La isla adoptó estas restricciones tres semanas después de que las fronteras del país fueran reabiertas tras año y medio de parón turístico, la principal industria del país, que en 2019 aportaba a las arcas del Estado cerca de 3.000 millones de dólares anuales. En los primeros ocho meses de 2021, ingresaron al país 163.700 visitantes, un 95% menos que en igual periodo de 2019, un duro golpe para una economía que desde hace años está en números rojos y afronta problemas extremos de liquidez. En noviembre las cifras de visitantes han comenzado a recuperarse y el Gobierno no se plantea volver a cerrar sus aeropuertos; la política ahora es reforzar los controles e incrementar la vigilancia.

La llegada de la nueva cepa a Cuba ocurre en un momento epidemiológico favorable, cuando más del 83% de la población está vacunada y la epidemia ha comenzado a remitir de forma clara en las últimas semanas después de la aguda crisis del verano, cuando llegaron a detectarse de promedio más 8.000 casos positivos diarios –hubo jornadas de más de 10.000-, lo que puso los servicios sanitarios de algunas provincias al borde del colapso. El MINSAP informó que el miércoles se registraron 81 nuevos contagios y ningún fallecido, para un acumulado de 963.428 casos positivos y 8.311 fallecidos (de una población de 11 millones) desde que comenzó la epidemia.

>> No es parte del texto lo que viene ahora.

describe("autosave with optimistic concurrency", () => {
  it("two concurrent saves of one draft: one wins, the other gets the conflict and writes nothing", async () => {
    const { treeId, versionId } = await createDraftTree(lead, smallTree());
    const mine = smallTree("Version from the lead");
    const theirs = smallTree("Version from the owner");
    const [a, b] = await Promise.allSettled([
      replaceDraftContent(lead, versionId, mine, 1),
      replaceDraftContent(owner, versionId, theirs, 1),
    ]);
    const results = [a, b];
    const won = results.filter((r) => r.status === "fulfilled");
    const lost = results.filter((r) => r.status === "rejected");
    expect(won).toHaveLength(1);
    expect(lost).toHaveLength(1);
    expect(lost[0]).toMatchObject({ reason: { kind: "conflict", status: 409, details: { conflict: { revision: 2 } } } });
    const winnerTitle = a.status === "fulfilled" ? mine.title : theirs.title;
    const saved = await loadTreeVersion(lead, treeId, "draft");
    expect(saved.tree.title).toBe(winnerTitle);
    expect(saved.version.revision).toBe(2);
  });

  it("through the API: the stale save is a 409 naming who saved and the revision to build on; the draft holds the winner's content", async () => {
    const { treeId, versionId } = await createDraftTree(lead, smallTree());
    const leadCookie = (await cookieFor("lead@tinderbox.example")).cookie;
    const ownerCookie = (await cookieFor("owner@tinderbox.example")).cookie;
    const save = (cookie: string, title: string, revision: number) =>
      apiTreeDraft.action(
        routeArgs(
          requestWith(cookie, `/api/trees/${treeId}/draft`, {
            method: "POST",
            headers: { origin: "http://localhost", "content-type": "application/json" },
            body: JSON.stringify({ versionId, revision, tree: smallTree(title), layout: { "cap-look": { x: 10, y: 20 } } }),
          }),
          { treeId },
        ),
      ) as Promise<Response>;
    const first = await save(ownerCookie, "Saved first by the owner", 1);
    expect(first.status).toBe(200);
    expect(await first.json()).toMatchObject({ revision: 2 });
    const stale = await save(leadCookie, "Stale save by the lead", 1);
    expect(stale.status).toBe(409);
    const body = (await stale.json()) as { error: string; conflict: { revision: number; updatedByName: string } };
    expect(body.conflict).toMatchObject({ revision: 2, updatedByName: "Maren Holt" });
    expect(body.error).toMatch(/Nothing was saved/);
    const now = await loadTreeVersion(lead, treeId, "draft");
    expect(now?.tree.title).toBe("Saved first by the owner");
    expect(now?.layout).toEqual({ "cap-look": { x: 10, y: 20 } });
    // The lead re-applies on top of the newer revision, which is accepted.
    expect((await save(leadCookie, "Lead's changes re-applied", 2)).status).toBe(200);
  });

  it("the autosave API refuses cross-site requests, technicians, and trees the schema rejects", async () => {
    const { treeId, versionId } = await createDraftTree(lead, smallTree());
    const { cookie } = await cookieFor("lead@tinderbox.example");
    const tech = (await cookieFor("tech@tinderbox.example")).cookie;
    const body = (tree: unknown) => JSON.stringify({ versionId, revision: 1, tree, layout: {} });
    const post = (c: string, headers: Record<string, string>, b: string) =>
      answer(
        apiTreeDraft.action(
          routeArgs(
            requestWith(c, `/api/trees/${treeId}/draft`, {
              method: "POST",
              headers: { "content-type": "application/json", ...headers },
              body: b,
            }),
            { treeId },
          ),
        ),
      );
    expect(((await post(cookie, { origin: "https://elsewhere.example" }, body(smallTree()))) as Response).status).toBe(403);
    expect(((await post(tech, { origin: "http://localhost" }, body(smallTree()))) as Response).status).toBe(403);
    const bad = (await post(
      cookie,
      { origin: "http://localhost" },
      body({ ...smallTree(), nodes: [{ id: "Not An Id", kind: "step", title: "x" }] }),
    )) as Response;
    expect(bad.status).toBe(400);
    expect((await loadTreeVersion(lead, treeId, "draft"))?.version.revision).toBe(1);
  });
});
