/**
 * Validate data of unknown shape (a request body, a DB row): first the zod schema, then the
 * tree checks. Shape problems come back as findings with code "shape".
 */
export function validateTreeData(data: unknown): { tree: Tree | null; result: ValidationResult } {
  const parsed = TreeSchema.safeParse(data);
  if (!parsed.success) {
    const findings: Finding[] = parsed.error.issues.map((i) => {
      const f: Finding = { severity: "error", code: "shape", message: `${i.path.map(String).join(".") || "tree"}: ${i.message}` };
      if (i.path[0] === "nodes" && typeof i.path[1] === "number") {
        f.nodeIndex = i.path[1];
        const id = (data as { nodes?: { id?: unknown }[] }).nodes?.[i.path[1]]?.id;
        if (typeof id === "string") f.nodeId = id;
      }
      return f;
    });
    return { tree: null, result: { findings, errors: findings.length, warnings: 0, ok: false } };
  }
  const tree = parsed.data as Tree;
  return { tree, result: validateTree(tree) };
}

Cuba pretende terminar el año con toda la población inmunizada con sus propias vacunas. En estos momentos, la isla dispone de tres –Soberana 02, Abdala y Soberana Plus–, aprobadas por la agencia reguladora cubana y que ahora somete al proceso de homologación internacional por la OMS. El esquema de vacunación cubano contempla tres dosis, y su eficacia, según los centros de investigación que han desarrollado los fármacos, es del 92%, similar al de Pfizer, Jansen o Moderna. Según el MINSAP, en estos momentos 9,2 millones de cubanos ha completado su esquema de vacunación (más del 83% de la población), y al 90% se le ha administrado una dosis o más. Los esfuerzos se centran ahora en la vacunación infantil –a partir de dos años de edad- y en el suministro de dosis de refuerzo a la población de riesgo.

Sobre la eficacia de las vacunas cubanas ante la nueva variante, el director del Instituto de Vacunas Finlay, Vicente Verez, que ha desarrollado Soberana 02 y Soberana Plus, aseguró que estas ofrecen “un cierto nivel de protección” contra ómicron, pero que se trabaja ya en el perfeccionamiento de una de las vacunas para aumentar su eficacia ante la nueva cepa del virus. “Decidimos comenzar a desarrollar una variante de Soberana Plus con la proteína ómicron RBD. Empezamos, y esta proteína está en construcción ahora mismo”, dijo el científico esta semana.